Eye exams using a mobile phone

Researchers at the school for really smart people, MIT, have come up with a novel way of conducting eye exams--looking into your mobile phone screen.

demonstrating Netra
MIT's Ankit Mohan demonstrates Netra. The user places the device to the eye and, using the phone's keypad, aligns patterns in the viewfinder. These alignments provide the data needed to determine a prescription. Andy Ryan/MIT

Researchers at the school for really smart people, MIT, have come up with a novel way to conduct eye exams--looking into your mobile phone screen. With some custom software and a small plastic device, this can be done very inexpensively, making it possible for people in poverty-stricken countries to get prescriptions quickly.

According to MIT News, the system could be implemented like this:

In its simplest form, the test can be carried out using a small, plastic device clipped onto the front of a cell phone's screen.

The patient looks into a small lens, and presses the phone's arrow keys until sets of parallel green and red lines just overlap.

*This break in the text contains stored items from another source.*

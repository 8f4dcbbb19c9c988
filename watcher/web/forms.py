"""Bodies of the board's own forms: plain fields, nothing else."""

from __future__ import annotations

from typing import Annotated
from urllib.parse import parse_qsl

from fastapi import Depends, Request

from watcher.web.problems import Refused

_MOST_FIELDS = 20


async def fields(request: Request) -> dict[str, str]:
    """The fields of a form. Raises Refused for another kind of body."""
    kind = request.headers.get("content-type", "").partition(";")[0].strip().lower()
    if kind != "application/x-www-form-urlencoded":
        raise Refused(415, "wrong-body", "A form of the type application/x-www-form-urlencoded is expected.")
    body = await request.body()
    try:
        pairs = parse_qsl(body.decode("utf-8"), keep_blank_values=True, max_num_fields=_MOST_FIELDS)
    except (UnicodeDecodeError, ValueError):
        raise Refused(400, "wrong-body", "The body is no form.") from None
    return dict(pairs)


Form = Annotated[dict[str, str], Depends(fields)]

This is repeated eight times, with the lines at different angles, for each eye.

The whole process takes less than two minutes, at which point software loaded onto the phone provides the prescription data.

Watch the video below to get an idea of how Netra (Near-Eye Tool for Refractive Assessment) works. This appears to be an excellent idea. Even if folks in remote, developing-world locations don't have mobile phones that can run the app, aid workers probably will. They can bring lots of used glasses to help the underprivileged, but will still need tools to assign the correct prescriptions.